Towards the end of undergrad and the beginning of grad school, after getting an apartment w/roommate, I took on fairly well-paying jobs as a personal care attendant (by registering at the U’s disability office) in addition to the other job. I took out a loan ($17,000) for grad school and used all my work earnings to keep myself fed and sheltered. I have no idea how I could have paid for tuition - I’d certainly needed more than the whopping $10,000 I earned in a year! However, I still feel happy that my loan payment is completely manageable and that my grades were decent.
My parents had no money whatsoever to send me to school, it was all they could do to pay a hundred bucks or so for my insurance and pocket money. They bought both of my cars (which were, to put it nicely, very economical.) I now make more an hour than my father (though I work fewer hours.)
In other words, it is possible to survive college with little or no money. Just remember these important words - State schools are good. Even if I had taken out loans for all the tuition I never paid, I’d still be able to make the loan payment.
I had a small inheritance that was piddled out to me over 4 years that covered tuition and books, but little else. My parents were recovering from a bankruptcy, so they helped not at all. I had to work for my food and my rent.

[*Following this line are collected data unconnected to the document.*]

import type { SparsePattern } from '../problem.ts';

/**
 * Where a factorisation without row exchanges has its entries. Rows and columns are numbered in the order of
 * elimination: position q of `order` is the original index, `place` its inverse. `lower[q]` and `upper[q]` are the
 * ascending places of the entries right of and below the diagonal: row q of U, column q of L.
 */
export interface SymbolicFactorization {
  readonly size: number;
  readonly order: Int32Array;
  readonly place: Int32Array;
  readonly lower: readonly Int32Array[];
  readonly upper: readonly Int32Array[];
  /** Multiply-subtract operations of one factorisation. */
  readonly work: number;
}

/**
 * Chooses the order of elimination on the diagonal by least (row entries − 1)(column entries − 1), the smallest index
 * on a tie, and follows the fill-in (Markowitz 1957). The diagonal counts as full.
 */
export function factorizeSymbolically(pattern: SparsePattern): SymbolicFactorization {
  const { size } = pattern;
  const rows = Array.from({ length: size }, (_, i) => new Set([i]));
  const columns = Array.from({ length: size }, (_, i) => new Set([i]));
  for (let i = 0; i < size; i++) {
    for (let e = pattern.rowStart[i]!; e < pattern.rowStart[i + 1]!; e++) {
      const j = pattern.columns[e]!;
      rows[i]!.add(j);
      columns[j]!.add(i);
    }
  }
  const cost = (i: number): number => (rows[i]!.size - 1) * (columns[i]!.size - 1);
  const queue = new CostQueue(size, cost);
  const order = new Int32Array(size);
  const place = new Int32Array(size);
  const below: number[][] = [];
  const right: number[][] = [];
  let work = 0;
  for (let q = 0; q < size; q++) {
    const pivot = queue.pop();
    order[q] = pivot;
    place[pivot] = q;
    const inRow = [...rows[pivot]!].filter((j) => j !== pivot);
    const inColumn = [...columns[pivot]!].filter((i) => i !== pivot);
    right.push(inRow);
    below.push(inColumn);
    work += inRow.length * inColumn.length;
    for (const i of inColumn) {
      rows[i]!.delete(pivot);
      for (const j of inRow) {
        rows[i]!.add(j);
        columns[j]!.add(i);
      }
    }
    for (const j of inRow) columns[j]!.delete(pivot);
    for (const i of inColumn) queue.update(i);
    for (const j of inRow) queue.update(j);
  }
  const placed = (lists: number[][]): Int32Array[] =>
    lists.map((entries) => Int32Array.from(entries, (index) => place[index]!).sort());
  return { size, order, place, lower: placed(below), upper: placed(right), work };
}

/** Indices by cost, the smallest cost first and the smallest index on a tie; a binary heap with lazy deletion. */
class CostQueue {
  private readonly heap: number[] = [];
  private readonly current: Float64Array;
  private readonly size: number;
  private readonly cost: (index: number) => number;

  constructor(size: number, cost: (index: number) => number) {
    this.size = size;
    this.cost = cost;
    this.current = new Float64Array(size).fill(-1);
    for (let i = 0; i < size; i++) this.update(i);
  }

  update(index: number): void {
    const cost = this.cost(index);
    if (this.current[index] === cost) return;
    this.current[index] = cost;
    this.heap.push(cost * this.size + index);
    this.up(this.heap.length - 1);
  }

  pop(): number {
    for (;;) {
      const key = this.heap[0]!;
      const last = this.heap.pop()!;
      if (this.heap.length > 0) {
        this.heap[0] = last;
        this.down();
      }
      const index = key % this.size;
      if (this.current[index] === (key - index) / this.size) {
        this.current[index] = -1;
        return index;
      }
    }
  }

  private up(from: number): void {
    const { heap } = this;
    let child = from;
    const key = heap[child]!;
    while (child > 0) {
      const parent = (child - 1) >> 1;
      if (heap[parent]! <= key) break;
      heap[child] = heap[parent]!;
      child = parent;
    }
    heap[child] = key;
  }

  private down(): void {
    const { heap } = this;
    const key = heap[0]!;
    let parent = 0;
    for (;;) {
      let child = 2 * parent + 1;
      if (child >= heap.length) break;
      if (child + 1 < heap.length && heap[child + 1]! < heap[child]!) child++;
      if (heap[child]! >= key) break;
      heap[parent] = heap[child]!;
      parent = child;
    }
    heap[parent] = key;
  }
}
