import type { Rational } from '../../exact/index.ts';
import {
  add,
  compare,
  divide,
  equals,
  isZero,
  multiply,
  negate,
  power,
  rational,
  sign,
  subtract,
  toDouble,
  ZERO,
} from '../../exact/index.ts';
import { moleculesPerUnit } from '../counts/count-scale.ts';
import type { Evidence, Finding } from './evidence.ts';
import type { Amounts, PlainNetwork } from './plain-network.ts';
import { arrowRates, changeOf } from './plain-network.ts';
import { exactOf } from './reading.ts';

/** The counts do not explode, by the classification of chains on a line worked out again. */
export function doesNotExplode(evidence: Evidence): Finding {
  return agrees(evidence, ({ order, alpha, beta }) => {
    const a = sign(alpha);
    return !((order > 1 && a > 0) || (order > 2 && a === 0 && sign(beta) > 0));
  });
}

/** Positive recurrent, by the same classification. */
export function recurs(evidence: Evidence): Finding {
  return agrees(evidence, ({ order, alpha, beta }) => {
    const a = sign(alpha);
    const b = sign(beta);
    return a < 0 || (a === 0 && ((b < 0 && order > 1) || (b === 0 && order > 2)));
  });
}

interface Leading {
  readonly order: number;
  readonly alpha: Rational;
  readonly beta: Rational;
}

function agrees(evidence: Evidence, classify: (leading: Leading) => boolean): Finding {
  const { plain, verdict, holds, witness } = evidence;
  const line = lineOf(plain);
  if (line === null) return 'the counts do not move along one line without end.';
  if (verdict.scope === 'all constants') {
    const orders = line.map(({ order }) => order);
    const highest = Math.max(...orders);
    const ways = new Set(line.filter(({ order }) => order === highest).map(({ steps }) => sign(steps)));
    if (ways.size !== 1 || line.some(({ standing }) => standing)) return 'the sign depends on the constants.';
    const [way] = ways;
    const leading = { order: highest, alpha: rational(BigInt(way!)), beta: ZERO };
    return classify(leading) === holds ? null : 'the leading terms say the opposite.';
  }
  const leading = leadingOf(evidence, line);
  if (leading === null) return 'a value is missing.';
  const decisive = isZero(leading.alpha) ? leading.beta : leading.alpha;
  if (witness?.kind !== 'number' || !equals(exactOf(witness.left), decisive)) return 'the number is another.';
  return classify(leading) === holds ? null : 'the leading terms say the opposite.';
}

interface Step {
  readonly key: string;
  readonly from: number;
  readonly steps: Rational;
  readonly order: number;
  readonly standing: boolean;
}

/** The primitive direction of all changes, which no species leaves downwards, and every arrow along it. */
function directionOf(plain: PlainNetwork): Amounts | null {
  const changes = plain.reactions.map((reaction) => changeOf(plain, reaction));
  const [first] = changes;
  if (first === undefined) return null;
  const values = [...first.values()].map(({ numerator }) => numerator);
  const common = values.reduce((a, b) => {
    let x = a < 0n ? -a : a;
    let y = b < 0n ? -b : b;
    while (y !== 0n) [x, y] = [y, x % y];
    return x;
  }, 0n);
  const sense = values[0]! > 0n ? common : -common;
  const direction = new Map([...first].map(([name, amount]) => [name, divide(amount, rational(sense))]));
  return [...direction.values()].every((value) => sign(value) > 0) ? direction : null;
}

function lineOf(plain: PlainNetwork): Step[] | null {
  const direction = directionOf(plain);
  if (direction === null) return null;
  const [lead] = direction.keys();
  const steps = new Map<string, Step>();
  for (const reaction of plain.reactions) {
    const change = changeOf(plain, reaction);
    const along = divide(change.get(lead!) ?? ZERO, direction.get(lead!)!);
    const fits = plain.species.every((name) =>
      equals(change.get(name) ?? ZERO, multiply(along, direction.get(name) ?? ZERO)),
    );
    if (!fits) return null;
    const reactants = [...plain.complexes[reaction.from]!];
    steps.set(`${reaction.from} ${reaction.to}`, {
      key: `${reaction.from} ${reaction.to}`,
      from: reaction.from,
      steps: along,
      order: reactants.reduce((sum, [name, amount]) => sum + (direction.has(name) ? toDouble(amount) : 0), 0),
      standing: reactants.some(([name]) => !direction.has(name)),
    });
  }
  return [...steps.values()];
}

/** R, α and β from values of the rates at whole numbers: differences of order R and R − 1 of the mean change. */
function leadingOf({ network, plain }: Evidence, line: readonly Step[]): Leading | null {
  const rates = arrowRates(plain);
  const direction = directionOf(plain)!;
  const [scale] = plain.species.map((name) => moleculesPerUnit(network, network.species.indexOf(name)));
  if (rates === null || scale === null || scale === undefined) return null;
  const start = (name: string): Rational =>
    multiply(network.start.get(network.species.indexOf(name))?.exact ?? ZERO, scale);
  const useStart = line.some(({ standing }) => standing) || direction.size > 1;
  const constant = ({ key, from }: Step): Rational => {
    const molecules = [...plain.complexes[from]!.values()].reduce((sum, amount) => sum + toDouble(amount), 0);
    return divide(rates.get(key)!, power(scale, molecules));
  };
  const rateAt = (step: Step, t: number): Rational => {
    let value = constant(step);
    for (const [name, amount] of plain.complexes[step.from]!) {
      const base = useStart ? start(name) : ZERO;
      const count = add(base, multiply(direction.get(name) ?? ZERO, rational(BigInt(t))));
      if (!direction.has(name) && compare(count, amount) < 0) return ZERO;
      for (let k = 0; k < toDouble(amount); k++)
        value = multiply(value, subtract(count, rational(BigInt(k))));
    }
    return value;
  };
  const active = line.filter((step) => !isZero(rateAt(step, 1_000_003)));
  const order = Math.max(...active.map((step) => step.order));
  const coefficients = (weight: (steps: Rational) => Rational): [Rational, Rational] => {
    const values = Array.from({ length: order + 1 }, (_, t) =>
      active.reduce((sum, step) => add(sum, multiply(weight(step.steps), rateAt(step, t))), ZERO),
    );
    return lastTwo(values);
  };
  const [alpha, gamma] = coefficients((steps) => steps);
  const [square] = coefficients((steps) => multiply(steps, steps));
  return { order, alpha, beta: subtract(gamma, divide(square, rational(2n))) };
}

/** The two highest coefficients of the polynomial of degree values.length − 1 through values at 0, 1, 2, …: Newton's form. */
function lastTwo(values: readonly Rational[]): [Rational, Rational] {
  const order = values.length - 1;
  let row = [...values];
  const divided: Rational[] = [row[0]!];
  for (let k = 1; k <= order; k++) {
    row = row.slice(1).map((value, i) => divide(subtract(value, row[i]!), rational(BigInt(k))));
    divided.push(row[0]!);
  }
  const top = divided[order] ?? ZERO;
  if (order === 0) return [top, ZERO];
  // t (t − 1) … (t − R + 1) has −R(R − 1)/2 below its leading term.
  const below = rational(BigInt((order * (order - 1)) / 2));
  return [top, add(divided[order - 1]!, negate(multiply(top, below)))];
}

I lived cheaply and was lucky enough to get good jobs (I had good job skills from my job in a computer store during high school). I tended to work about 20 hours a week while I was going to school, and full time in the summers. Still, I remember lots of late nights studying because I had no time during the day. I also remember being on a VERY tight budget - things like buying a bagel for lunch instead of bringing it from home was a luxury.
I went to UCSD with full scholarships & grants. But for food $$, I worked at the Salk Institute with the lab rats (about 50 at a time) for $4.25 per hour. I would check the rats & if any were suspect, we would grind them up, put that mixture in testing tubes, run them through the machine & I got to clean all the tubes.
I did it and I warn you, it wasn’t much fun. Took me about 6 years to get a four year degree. I took loans, grants and an amazing amount of part time jobs. I have worked about every job imaginable. I worked in the student book store, as a phone solicitor, a bartender, cocktail waitress, fast food, at a time share, at a gator farm, at a drive thru beverage market, a surf shop, I cleaned a bank after hours, I cleaned houses after the construction crews were done…those are just the few that come to mind…basically ever semester I had to change jobs to fit my new schedule and if I found that I couldn’t carry the job load and study (I got exhausted a lot) I would have to make other arrangements. I didn;‘t have a lot of problems with tuition and books, I qualified for Pell and and got loans but my biggest oroblem seemed to be groceries. I did not eat well in college. By the time I paid rent for my off base apt and I did have my share of party money…(skewed priorities in those years) then I didn’;t have much food money left over. I ate a lot of Ramen noodles.
Both. When I was an undergrad I’d roughneck on oil wells during the summers and took one year off to work on a wireline logging truck. When in school I had an after hour job as well in a restaurant.
In grad school though, 9 years after undergrad, I’d saved enough to make most ends meet, plus had a teaching stipend and took out a couple of loans. The work load there was too intense for afterhours employment.